→ WHAT THE TASK ASKS
Please return every record exactly as it appears.

→ Data entries

________________

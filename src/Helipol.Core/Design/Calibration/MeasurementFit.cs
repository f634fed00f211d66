using Helipol.Model;
using Complex = System.Numerics.Complex;

namespace Helipol.Design;

/// <summary>The measurements a builder hands to <c>helipol calibrate</c>, already read.</summary>
/// <param name="Fitted">a reflection sweep of the whip with the polarizer fitted</param>
/// <param name="Bare">the same whip without it: then the change between the two is fitted</param>
/// <param name="Spin">axial ratios from a spin test</param>
/// <param name="ContrastDb">the winding contrast (right against wrong winding), dB</param>
public sealed record Measurements(ReflectionSweep? Fitted, ReflectionSweep? Bare, IReadOnlyList<SpinPoint>? Spin, double? ContrastDb, double ContrastFrequencyHz);

/// <summary>The fitted factor with its range, the residual and the added inductance it means.</summary>
public sealed record MeasurementFitResult(double Factor, double FactorLow, double FactorHigh, double Residual, double AddedInductanceHPerM, int Readings);

/// <summary>
/// Least-squares fit of the loading factor (a multiplier on the field-solved added inductance) to
/// every measurement given, over 0.3-5 on a log scale: a scan of 25 factors, then golden-section
/// refinement around the best (Press et al., Numerical Recipes, 3rd ed., §10.2).
///
/// <para>Residuals, each made dimensionless so the kinds can be summed: a reflection reading
/// contributes |S11,measured − S11,model| (or, with a bare sweep, the difference of the changes
/// (S11,fitted − S11,bare) measured and modelled, so the whip's own modelling error, its cover and
/// its feed, cancel); a spin reading (AR_measured − AR_model)/3 dB; the winding contrast
/// (measured − model)/3 dB. The 3 dB is a stated scale (a reading of a hobby spin test is good
/// to a dB or two), not a measured one. The uncertainty range holds the factors whose sum of
/// squares lies within one residual variance of the minimum (Δχ² = 1 with σ² estimated from the
/// fit's own residual, as for a one-parameter least-squares fit, Numerical Recipes §15.6).</para>
/// </summary>
public static class MeasurementFit
{
    public const double MinimumFactor = 0.3, MaximumFactor = 5;
    private const double DbScale = 3;

    /// <summary>Frequencies the model can answer for this design: ±50 % of the band centre (the mesh density is chosen for the band; far outside it the whip is another antenna).</summary>
    public static (double Low, double High) SolvableBandHz(PolarizerDesign d) => (0.5 * d.Band.CenterHz, 1.5 * d.Band.CenterHz);

    public static MeasurementFitResult Fit(PolarizerDesign design, Measurements m, FieldSolveCounter? counter = null)
    {
        var freqs = new SortedSet<double>();
        if (m.Fitted is { } fs) foreach (var p in fs.Points) freqs.Add(p.FrequencyHz);
        if (m.Bare is { } bs) foreach (var p in bs.Points) freqs.Add(p.FrequencyHz);
        if (m.Spin is { } sp) foreach (var p in sp) freqs.Add(p.FrequencyHz);
        var freqList = freqs.ToArray();
        var index = freqList.Select((f, i) => (f, i)).ToDictionary(x => x.f, x => x.i);
        var horizon = ObservationSet.Cone(0, 2 * Math.PI);
        var bare = m.Bare is null ? null : PolarizerEvaluator.SampleBareWhip(design.Whip.Kind, design.Whip.LengthM, design.Whip.RadiusM, freqList, horizon, counter,
            meshFrequencyHz: Math.Max(freqList[^1], MeshDensity.FrequencyHz(design)));

        double[] Residuals(double factor)
        {
            var r = new List<double>();
            var build = CalibrationFit.PinnedBuild(design, factor);
            build = build with { MeshFrequencyHz = Math.Max(freqList.Length > 0 ? freqList[^1] : 0, build.MeshFrequencyHz ?? 0) };
            var samples = freqList.Length > 0 ? PolarizerEvaluator.Sample(build, freqList, horizon, counter) : Array.Empty<CircularSamples>();
            if (m.Fitted is { } fitted)
            {
                double z0 = fitted.ReferenceOhm;
                foreach (var p in fitted.Points)
                {
                    var model = S11(samples[index[p.FrequencyHz]].ImpedanceOhm, z0);
                    if (m.Bare is { } bareSweep)
                    {
                        var measuredBare = Interpolate(bareSweep, p.FrequencyHz);
                        var modelBare = S11(bare![index[p.FrequencyHz]].ImpedanceOhm, bareSweep.ReferenceOhm);
                        r.Add(Complex.Abs((p.S11 - measuredBare) - (model - modelBare)));
                    }
                    else r.Add(Complex.Abs(p.S11 - model));
                }
            }
            if (m.Spin is { } spin)
                foreach (var p in spin)
                    r.Add((p.AxialRatioDb - AxialRatioDb(samples[index[p.FrequencyHz]])) / DbScale);
            if (m.ContrastDb is { } contrast)
                r.Add((contrast - CalibrationFit.CoCrossRatioDb(design, factor, m.ContrastFrequencyHz, counter)) / DbScale);
            return r.ToArray();
        }

        double Ssq(double logFactor) => Residuals(Math.Exp(logFactor)).Sum(x => x * x);
        double lo = Math.Log(MinimumFactor), hi = Math.Log(MaximumFactor);
        const int scan = 25;
        var grid = Enumerable.Range(0, scan).Select(i => lo + (hi - lo) * i / (scan - 1)).ToArray();
        var values = grid.Select(Ssq).ToArray();
        int best = Array.IndexOf(values, values.Min());
        double a = grid[Math.Max(0, best - 1)], b = grid[Math.Min(scan - 1, best + 1)];
        double g = (Math.Sqrt(5) - 1) / 2;
        double x1 = b - g * (b - a), x2 = a + g * (b - a), f1 = Ssq(x1), f2 = Ssq(x2);
        for (int it = 0; it < 30 && b - a > 1e-4; it++)
        {
            if (f1 < f2) { b = x2; x2 = x1; f2 = f1; x1 = b - g * (b - a); f1 = Ssq(x1); }
            else { a = x1; x1 = x2; f1 = f2; x2 = a + g * (b - a); f2 = Ssq(x2); }
        }
        double xBest = f1 < f2 ? x1 : x2, sBest = Math.Min(f1, f2);
        if (values[best] < sBest) { xBest = grid[best]; sBest = values[best]; }
        int n = Residuals(Math.Exp(xBest)).Length;
        double variance = n > 1 ? sBest / (n - 1) : sBest;
        double limit = sBest + Math.Max(variance, 1e-12);
        // The range: walk the scan outwards from the best while the sum of squares stays under the limit.
        double low = xBest, high = xBest;
        for (int i = best; i >= 0 && values[i] <= limit; i--) low = grid[i];
        for (int i = best; i < scan && values[i] <= limit; i++) high = grid[i];
        low = Math.Min(low, xBest); high = Math.Max(high, xBest);
        double factor = Math.Exp(xBest);
        var surroundings = CalibrationFit.PinnedBuild(design, factor).Surroundings;
        return new MeasurementFitResult(factor, Math.Exp(low), Math.Exp(high), Math.Sqrt(sBest / Math.Max(1, n)), surroundings.AddedInductanceHPerM, n);
    }

    private static Complex S11(Complex z, double z0) => (z - z0) / (z + z0);

    /// <summary>The bare sweep at a frequency of the fitted one: linear between its neighbours (clamped at its ends).</summary>
    private static Complex Interpolate(ReflectionSweep s, double f)
    {
        var p = s.Points;
        if (f <= p[0].FrequencyHz) return p[0].S11;
        if (f >= p[^1].FrequencyHz) return p[^1].S11;
        int k = 1;
        while (p[k].FrequencyHz < f) k++;
        double t = (f - p[k - 1].FrequencyHz) / (p[k].FrequencyHz - p[k - 1].FrequencyHz);
        return p[k - 1].S11 + t * (p[k].S11 - p[k - 1].S11);
    }

    /// <summary>Axial ratio at azimuth 0 on the horizon from the two circular power gains: AR = (1 + ρ)/(1 − ρ), ρ = sqrt(G_minor/G_major) (IEEE Std 145).</summary>
    private static double AxialRatioDb(CircularSamples s)
    {
        double gr = s.GainRhcp[0], gl = s.GainLhcp[0];
        double rho = Math.Sqrt(Math.Min(gr, gl) / Math.Max(Math.Max(gr, gl), 1e-300));
        return rho >= 1 - 1e-12 ? 60 : Math.Min(60, 20 * Math.Log10((1 + rho) / (1 - rho)));
    }
}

________________

→ WRITTEN RESPONSE
filename src/Helipol.Core/Design/Calibration/MeasurementFit.cs
repository f634fed00f211d66
using Helipol.Model;
using Complex = System.Numerics.Complex;

namespace Helipol.Design;

/// <summary>The measurements a builder hands to <c>helipol calibrate</c>, already read.</summary>
/// <param name="Fitted">a reflection sweep of the whip with the polarizer fitted</param>
/// <param name="Bare">the same whip without it: then the change between the two is fitted</param>
/// <param name="Spin">axial ratios from a spin test</param>
/// <param name="ContrastDb">the winding contrast (right against wrong winding), dB</param>
public sealed record Measurements(ReflectionSweep? Fitted, ReflectionSweep? Bare, IReadOnlyList<SpinPoint>? Spin, double? ContrastDb, double ContrastFrequencyHz);

/// <summary>The fitted factor with its range, the residual and the added inductance it means.</summary>
public sealed record MeasurementFitResult(double Factor, double FactorLow, double FactorHigh, double Residual, double AddedInductanceHPerM, int Readings);

/// <summary>
/// Least-squares fit of the loading factor (a multiplier on the field-solved added inductance) to
/// every measurement given, over 0.3-5 on a log scale: a scan of 25 factors, then golden-section
/// refinement around the best (Press et al., Numerical Recipes, 3rd ed., §10.2).
///
/// <para>Residuals, each made dimensionless so the kinds can be summed: a reflection reading
/// contributes |S11,measured − S11,model| (or, with a bare sweep, the difference of the changes
/// (S11,fitted − S11,bare) measured and modelled, so the whip's own modelling error, its cover and
/// its feed, cancel); a spin reading (AR_measured − AR_model)/3 dB; the winding contrast
/// (measured − model)/3 dB. The 3 dB is a stated scale (a reading of a hobby spin test is good
/// to a dB or two), not a measured one. The uncertainty range holds the factors whose sum of
/// squares lies within one residual variance of the minimum (Δχ² = 1 with σ² estimated from the
/// fit's own residual, as for a one-parameter least-squares fit, Numerical Recipes §15.6).</para>
/// </summary>
public static class MeasurementFit
{
    public const double MinimumFactor = 0.3, MaximumFactor = 5;
    private const double DbScale = 3;

    /// <summary>Frequencies the model can answer for this design: ±50 % of the band centre (the mesh density is chosen for the band; far outside it the whip is another antenna).</summary>
    public static (double Low, double High) SolvableBandHz(PolarizerDesign d) => (0.5 * d.Band.CenterHz, 1.5 * d.Band.CenterHz);

    public static MeasurementFitResult Fit(PolarizerDesign design, Measurements m, FieldSolveCounter? counter = null)
    {
        var freqs = new SortedSet<double>();
        if (m.Fitted is { } fs) foreach (var p in fs.Points) freqs.Add(p.FrequencyHz);
        if (m.Bare is { } bs) foreach (var p in bs.Points) freqs.Add(p.FrequencyHz);
        if (m.Spin is { } sp) foreach (var p in sp) freqs.Add(p.FrequencyHz);
        var freqList = freqs.ToArray();
        var index = freqList.Select((f, i) => (f, i)).ToDictionary(x => x.f, x => x.i);
        var horizon = ObservationSet.Cone(0, 2 * Math.PI);
        var bare = m.Bare is null ? null : PolarizerEvaluator.SampleBareWhip(design.Whip.Kind, design.Whip.LengthM, design.Whip.RadiusM, freqList, horizon, counter,
            meshFrequencyHz: Math.Max(freqList[^1], MeshDensity.FrequencyHz(design)));

        double[] Residuals(double factor)
        {
            var r = new List<double>();
            var build = CalibrationFit.PinnedBuild(design, factor);
            build = build with { MeshFrequencyHz = Math.Max(freqList.Length > 0 ? freqList[^1] : 0, build.MeshFrequencyHz ?? 0) };
            var samples = freqList.Length > 0 ? PolarizerEvaluator.Sample(build, freqList, horizon, counter) : Array.Empty<CircularSamples>();
            if (m.Fitted is { } fitted)
            {
                double z0 = fitted.ReferenceOhm;
                foreach (var p in fitted.Points)
                {
                    var model = S11(samples[index[p.FrequencyHz]].ImpedanceOhm, z0);
                    if (m.Bare is { } bareSweep)
                    {
                        var measuredBare = Interpolate(bareSweep, p.FrequencyHz);
                        var modelBare = S11(bare![index[p.FrequencyHz]].ImpedanceOhm, bareSweep.ReferenceOhm);
                        r.Add(Complex.Abs((p.S11 - measuredBare) - (model - modelBare)));
                    }
                    else r.Add(Complex.Abs(p.S11 - model));
                }
            }
            if (m.Spin is { } spin)
                foreach (var p in spin)
                    r.Add((p.AxialRatioDb - AxialRatioDb(samples[index[p.FrequencyHz]])) / DbScale);
            if (m.ContrastDb is { } contrast)
                r.Add((contrast - CalibrationFit.CoCrossRatioDb(design, factor, m.ContrastFrequencyHz, counter)) / DbScale);
            return r.ToArray();
        }

        double Ssq(double logFactor) => Residuals(Math.Exp(logFactor)).Sum(x => x * x);
        double lo = Math.Log(MinimumFactor), hi = Math.Log(MaximumFactor);
        const int scan = 25;
        var grid = Enumerable.Range(0, scan).Select(i => lo + (hi - lo) * i / (scan - 1)).ToArray();
        var values = grid.Select(Ssq).ToArray();
        int best = Array.IndexOf(values, values.Min());
        double a = grid[Math.Max(0, best - 1)], b = grid[Math.Min(scan - 1, best + 1)];
        double g = (Math.Sqrt(5) - 1) / 2;
        double x1 = b - g * (b - a), x2 = a + g * (b - a), f1 = Ssq(x1), f2 = Ssq(x2);
        for (int it = 0; it < 30 && b - a > 1e-4; it++)
        {
            if (f1 < f2) { b = x2; x2 = x1; f2 = f1; x1 = b - g * (b - a); f1 = Ssq(x1); }
            else { a = x1; x1 = x2; f1 = f2; x2 = a + g * (b - a); f2 = Ssq(x2); }
        }
        double xBest = f1 < f2 ? x1 : x2, sBest = Math.Min(f1, f2);
        if (values[best] < sBest) { xBest = grid[best]; sBest = values[best]; }
        int n = Residuals(Math.Exp(xBest)).Length;
        double variance = n > 1 ? sBest / (n - 1) : sBest;
        double limit = sBest + Math.Max(variance, 1e-12);
        // The range: walk the scan outwards from the best while the sum of squares stays under the limit.
        double low = xBest, high = xBest;
        for (int i = best; i >= 0 && values[i] <= limit; i--) low = grid[i];
        for (int i = best; i < scan && values[i] <= limit; i++) high = grid[i];
        low = Math.Min(low, xBest); high = Math.Max(high, xBest);
        double factor = Math.Exp(xBest);
        var surroundings = CalibrationFit.PinnedBuild(design, factor).Surroundings;
        return new MeasurementFitResult(factor, Math.Exp(low), Math.Exp(high), Math.Sqrt(sBest / Math.Max(1, n)), surroundings.AddedInductanceHPerM, n);
    }

    private static Complex S11(Complex z, double z0) => (z - z0) / (z + z0);

    /// <summary>The bare sweep at a frequency of the fitted one: linear between its neighbours (clamped at its ends).</summary>
    private static Complex Interpolate(ReflectionSweep s, double f)
    {
        var p = s.Points;
        if (f <= p[0].FrequencyHz) return p[0].S11;
        if (f >= p[^1].FrequencyHz) return p[^1].S11;
        int k = 1;
        while (p[k].FrequencyHz < f) k++;
        double t = (f - p[k - 1].FrequencyHz) / (p[k].FrequencyHz - p[k - 1].FrequencyHz);
        return p[k - 1].S11 + t * (p[k].S11 - p[k - 1].S11);
    }

    /// <summary>Axial ratio at azimuth 0 on the horizon from the two circular power gains: AR = (1 + ρ)/(1 − ρ), ρ = sqrt(G_minor/G_major) (IEEE Std 145).</summary>
    private static double AxialRatioDb(CircularSamples s)
    {
        double gr = s.GainRhcp[0], gl = s.GainLhcp[0];
        double rho = Math.Sqrt(Math.Min(gr, gl) / Math.Max(Math.Max(gr, gl), 1e-300));
        return rho >= 1 - 1e-12 ? 60 : Math.Min(60, 20 * Math.Log10((1 + rho) / (1 - rho)));
    }
}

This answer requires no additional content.